Industry experts agree that such lack of communication between departments is among the biggest mistakes institutions make. Linda Eagle, founder of compliance training firm The EdComm Group, says the legal divisions within many investment banks and other financial firms are too often out of the open-source loop. "It gets particularly hairy because there is often not excellent communication between your compliance department and your IT department," she says. "We need to make sure that we keep the lines of communication open. Does the compliance department even know what open-source software is? Do they know what's being used or what changes are being made?"

If the answer is no, Eagle says the compliance department needs to take the initiative. "They have to explain to the IT manager what Sarbanes-Oxley is," she says. "It's a real simple fact. You can go to jail for it. It's not just a corporate responsibility; it's a personal responsibility."

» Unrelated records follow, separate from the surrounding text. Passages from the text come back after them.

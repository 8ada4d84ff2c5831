/* twinhorizon: linear stability of sonic horizon pairs in Bose-Einstein condensates
 * SPDX-License-Identifier: GPL-3.0-or-later
 *
 * External potentials, see trap.h. May call: data, smooth, spline, status.
 * Symbols: f form of the potential, w width, t = (x + half)/w.
 * To add a profile: a word, its edges in th_trap_make, its formula in th_trap_value.
 * Proved by tests/test_potential.c. */
#include "trap.h"

#include "spline.h"

#include <math.h>

const char *const th_trap_word[] = {"well", "step", "barrier", "barriers", "table", NULL};

/* A tail is constant where it has fallen to this part of the depth: tanh edges and Gaussians in
 * widths. (1 - tanh 20)/2 = 4e-18; exp(-6.4^2) = 2e-18. */
#define TANH_REACH  20.0
#define GAUSS_REACH 6.4
/* The same to a millionth. */
#define TANH_CORE  7.0
#define GAUSS_CORE 3.7
/* A table must be flat at its ends: over the outer parts of this length it may differ from its
 * value there by this share of its whole range. */
#define FLAT_PART  0.03
#define FLAT_SHARE 3e-2
enum { FLAT_LOOKS = 64 };
/* Departure from the level of an end, over the range of a table, that the core begins with; and how
 * many places are looked at. */
#define CORE_SHARE 1e-5
enum { CORE_LOOKS = 2000 };

static double step_up(double t) /* (1 + tanh t)/2 without cancellation */
{
    return t < 0 ? exp(2 * t) / (1 + exp(2 * t)) : 1 / (1 + exp(-2 * t));
}

/* One piece from left - reach to right + reach, with its core. */
static void set_edges(th_trap *t, double left, double right, double reach, double core)
{
    t->pieces = 1;
    t->edge[0] = left - reach;
    t->edge[1] = right + reach;
    t->core[0] = left - core;
    t->core[1] = right + core;
}

static double curve(const th_smooth *fit, double x)
{
    const int i = th_spline_find(fit->intervals, fit->knot, x);
    double power[TH_SPLINE_LOCAL];

    th_spline_powers(fit->intervals, fit->knot, fit->coef + i, i, x, power);
    return power[0];
}

/* Mean of the curve over the outer part of the table, and its largest departure from that. */
static double level(const th_smooth *fit, double end, double inwards, double *most)
{
    double sum = 0;

    *most = 0;
    for (int i = 0; i < FLAT_LOOKS; i++)
        sum += curve(fit, end + inwards * (i + 0.5) / FLAT_LOOKS) / FLAT_LOOKS;
    for (int i = 0; i < FLAT_LOOKS; i++)
        *most = fmax(*most, fabs(curve(fit, end + inwards * (i + 0.5) / FLAT_LOOKS) - sum));
    return sum;
}

/* The core begins where the curve leaves its level at this end by more than a share of its range or
 * what the noise of the rows leaves in it. */
static double core(const th_smooth *fit, double end, double other, double value, double range)
{
    const double least = fmax(CORE_SHARE * range, fit->noise / 2);
    double at = end;

    for (int i = 1; i < CORE_LOOKS; i++) {
        const double x = end + (other - end) * i / CORE_LOOKS;

        if (fabs(curve(fit, x) - value) > least)
            break;
        at = x;
    }
    return at;
}

static th_status make_table(th_trap *t, const th_data *table, th_error *err)
{
    const th_smooth_rows rows = {.rows = th_data_rows(table),
                                 .x = th_data_values(table, TH_DATA_X),
                                 .y = th_data_values(table, TH_DATA_POTENTIAL),
                                 .sigma = th_data_values(table, TH_DATA_POTENTIAL + TH_DATA_ERROR),
                                 .strength = -1};
    double left, right, reach, low, high;
    th_status st;

    if (rows.y == NULL)
        return th_fail_key(err, TH_EINVAL, "file", "%s has no column potential",
                           th_data_path(table));
    st = th_smooth_fit(&rows, NULL, &t->fit, err);
    if (st != TH_OK)
        return st;
    left = rows.x[0];
    right = rows.x[rows.rows - 1];
    low = high = rows.y[0];
    for (int i = 0; i < rows.rows; i++) {
        low = fmin(low, rows.y[i]);
        high = fmax(high, rows.y[i]);
    }
    if (!(high > low))
        return th_fail_key(err, TH_EINVAL, "file", "%s: the potential is the same everywhere",
                           th_data_path(table));
    reach = FLAT_PART * (right - left);
    for (int side = 0; side < 2; side++) {
        double most;
        const double here =
            side == 0 ? level(&t->fit, left, reach, &most) : level(&t->fit, right, -reach, &most);

        if (most > FLAT_SHARE * (high - low))
            return th_fail_key(err, TH_EINVAL, "file",
                               "%s: the potential is not constant at its %s end: over the outer "
                               "%g %% of the table it changes by %.2g %% of its range, want %g %%",
                               th_data_path(table), side == 0 ? "left" : "right", 100 * FLAT_PART,
                               100 * most / (high - low), 100 * FLAT_SHARE);
        *(side == 0 ? &t->first : &t->last) = here;
    }
    set_edges(t, left, right, 0, 0);
    t->core[0] = core(&t->fit, left, right, t->first, high - low);
    t->core[1] = core(&t->fit, right, left, t->last, high - low);
    t->last -= t->first;
    return TH_OK;
}

th_status th_trap_make(th_trap_kind kind, double gap, double width, const th_data *table,
                       th_trap *out, th_error *err)
{
    const double half = gap / 2;

    *out = (th_trap){.kind = kind, .half = half, .width = width};
    if ((kind == TH_TRAP_BARRIER || kind == TH_TRAP_BARRIERS) && !(width > 0))
        return th_fail_key(err, TH_EINVAL, "width", "width = 0, a barrier wants > 0");
    switch (kind) {
    case TH_TRAP_WELL:
        out->features = 2;
        out->feature[0] = (th_feature){-half, width};
        out->feature[1] = (th_feature){half, width};
        set_edges(out, -half, half, TANH_REACH * width, TANH_CORE * width);
        return TH_OK;
    case TH_TRAP_STEP:
        out->features = 1;
        out->feature[0] = (th_feature){0, width};
        set_edges(out, 0, 0, TANH_REACH * width, TANH_CORE * width);
        if (!(width > 0))
            out->pieces = 0; /* nothing between the two constants */
        return TH_OK;
    case TH_TRAP_BARRIER:
        out->features = 1;
        out->feature[0] = (th_feature){0, width};
        set_edges(out, 0, 0, GAUSS_REACH * width, GAUSS_CORE * width);
        return TH_OK;
    case TH_TRAP_BARRIERS:
        out->features = 2;
        out->feature[0] = (th_feature){-half, width};
        out->feature[1] = (th_feature){half, width};
        set_edges(out, -half, half, GAUSS_REACH * width, GAUSS_CORE * width);
        return TH_OK;
    case TH_TRAP_TABLE:
        return make_table(out, table, err);
    }
    return th_fail(err, TH_EBUG, "potential: profile %d", (int)kind);
}

void th_trap_clear(th_trap *trap)
{
    th_smooth_clear(&trap->fit);
}

double th_trap_value(const th_trap *t, int piece, double x)
{
    const double w = t->width;
    double a, b;

    switch (t->kind) {
    case TH_TRAP_WELL: /* -(tanh edges), each alone -1 inside */
        if (w > 0)
            return piece < 0 || piece >= t->pieces
                       ? 0 /* the difference of two steps, written as a product */
                       : -step_up((x + t->half) / w) * step_up((t->half - x) / w) *
                             -expm1(-4 * t->half / w);
        return piece == 0 ? -1 : 0;
    case TH_TRAP_STEP:
        return piece < 0 ? 0 : piece >= t->pieces || !(w > 0) ? -1 : -step_up(x / w);
    case TH_TRAP_BARRIER:
        return piece < 0 || piece >= t->pieces ? 0 : exp(-(x / w) * (x / w));
    case TH_TRAP_BARRIERS:
        a = (x + t->half) / w;
        b = (x - t->half) / w;
        return piece < 0 || piece >= t->pieces ? 0 : exp(-a * a) + exp(-b * b);
    case TH_TRAP_TABLE:
        return piece < 0 ? 0 : piece >= t->pieces ? t->last : curve(&t->fit, x) - t->first;
    }
    return 0;
}

double th_trap_next_cut(const th_trap *t, double x)
{
    if (t->fit.intervals > 0 && x >= t->edge[0] && x < t->edge[1]) {
        const int i = th_spline_find(t->fit.intervals, t->fit.knot, x);

        return t->fit.knot[i + 1] > x ? t->fit.knot[i + 1] : HUGE_VAL;
    }
    for (int i = 0; i <= t->pieces; i++)
        if (t->edge[i] > x)
            return t->edge[i];
    return HUGE_VAL;
}

int th_trap_piece(const th_trap *t, double x)
{
    int piece = -1;

    while (piece < t->pieces && x >= t->edge[piece + 1])
        piece++;
    return piece;
}

double th_trap_plateau(const th_trap *t)
{
    const bool one = t->kind == TH_TRAP_STEP || t->kind == TH_TRAP_BARRIER;

    return one ? t->edge[t->pieces] : 0;
}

SourceLabs often must figure out what open-source code is being used because investment banks and other financial institutions have failed to keep track themselves. "We're seeing a huge gulf in these large financial institutions between development and central IT, and the legal practices," Sebastian says. "In some of these organizations, there has definitely been a breakdown in the process." Sebastian says he has even found such breakdowns within IT departments themselves, noting cases in which central IT managers have claimed they don't use open-source software even though developers are, in fact, using hundreds of open-source kernels. They just haven't told anyone. "Central IT hasn't recognized the reality that open source is being used," he says. "They're heads are in the clouds, so to speak."

Furthermore, such lack of knowledge can raise other issues. Mergers, acquisitions and even initial public offerings can end up in turmoil when an investment bank's valuation hinges on proprietary trading systems, databases or other applications that may contain some open-source code. That can affect overall valuations because the firm may not actually "own" the code. Often, such bombshells explode during the due-diligence process. "That comes up in mergers-and-acquisitions transactions all the time," says Lennie Nuara, partner and chair of the technology and intellectual property practice group at law firm Thacher Proffitt & Wood. "There's a constant need for due diligence, and many people are not aware of this lurking issue."

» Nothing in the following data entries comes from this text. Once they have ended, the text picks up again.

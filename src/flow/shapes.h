/* twinhorizon: linear stability of sonic horizon pairs in Bose-Einstein condensates
 * SPDX-License-Identifier: GPL-3.0-or-later
 *
 * The shapes, private to src/flow: one th_shape a file, all listed in shapes.c, and the rules that
 * several of them share. */
#ifndef TH_FLOW_SHAPES_H
#define TH_FLOW_SHAPES_H

#include "workspace.h"

extern const th_shape th_shape_step;
extern const th_shape th_shape_tanh;
extern const th_shape th_shape_sech;
extern const th_shape th_shape_well;
extern const th_shape th_shape_barriers;
extern const th_shape th_shape_continuity;
extern const th_shape th_shape_potential;
extern const th_shape th_shape_table;

/* A tail may be cut where it has fallen to this part of the value it sits on: adding it then
 * changes nothing, since half a unit of the last place is 1.1e-16. */
#define TH_TAIL_CUT 1e-17

/* What is left of the tails at the seam of a ring may jump by this much, relatively: far above
 * rounding, far below the 1e-9 that anyone asks of a growth rate. */
#define TH_SEAM_TOLERANCE 1e-12

/**
 * Where a tail relative * exp(-2 x/width) may be cut: x >= 0 such that the tail, and its change in
 * a healing length 1/sound, are TH_TAIL_CUT. 0 when relative = 0.
 */
double th_tail_reach(double relative, double width, double sound);

/** On a ring the sound speeds that meet at the seam must agree (key sound_downstream) and the
 * pocket must be shorter than the ring (key gap); nothing is asked of other ends. */
TH_MUST_USE th_status th_shape_fits_ring(const th_ends *ends, double sound_upstream,
                                         double sound_downstream, double gap, th_error *err);

/**
 * What a shape's build ends in: th_flow_create in the workspace of the setup. spec->ctx is a block
 * of it (th_take), which the flow gives back in the end if this succeeds; spec->release is NULL.
 */
TH_MUST_USE th_status th_shape_flow(const th_flow_setup *setup, const th_flow_spec *spec,
                                    th_flow **out, th_error *err);

#endif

For example, Nuara says an investment bank could download free software under GPL and then modify it to create a superior trading platform. But when valuing the firm in preparation for an acquisition, it becomes difficult to place a value on the platform because the firm may not technically own it outright. "You can take something everybody else has and make it your own," he says. "But the sloppy person might say that you own it, which you can't say." Such a claim could botch a merger, acquisition or public offering, and could trigger Sarbanes-Oxley liability. "You have to sign off on the methods and processes, and you can't overstate your assets," Nuara says. "It would depend on the circumstances and the specific valuation claims. The question is how broad the statement can be."

Doug Levin, CEO of Waltham, Mass.-based software compliance firm Black Duck, says investment banks might use software that involves tens of thousands of lines of code—any portion of which might be open-source. "It might have third-party code in there that has not been properly documented," he says. He says investment banks often outsource or even offshore software development work, increasing the chance that a developer might use open-source code without anyone's knowledge. "Deadlines are hard to make, and engineers don't like to reinvent the wheel," notes Levin. "They like to use code that already exists."

As investment banks tread into the open-source waters, they have plenty of factors to consider. But experts agree that astute firms can manage risk effectively as long as they stay on top of their IT departments and coordinate efforts. Says Hunton & Williams' Harvey: "If you're on the lookout for it, it can be readily managed."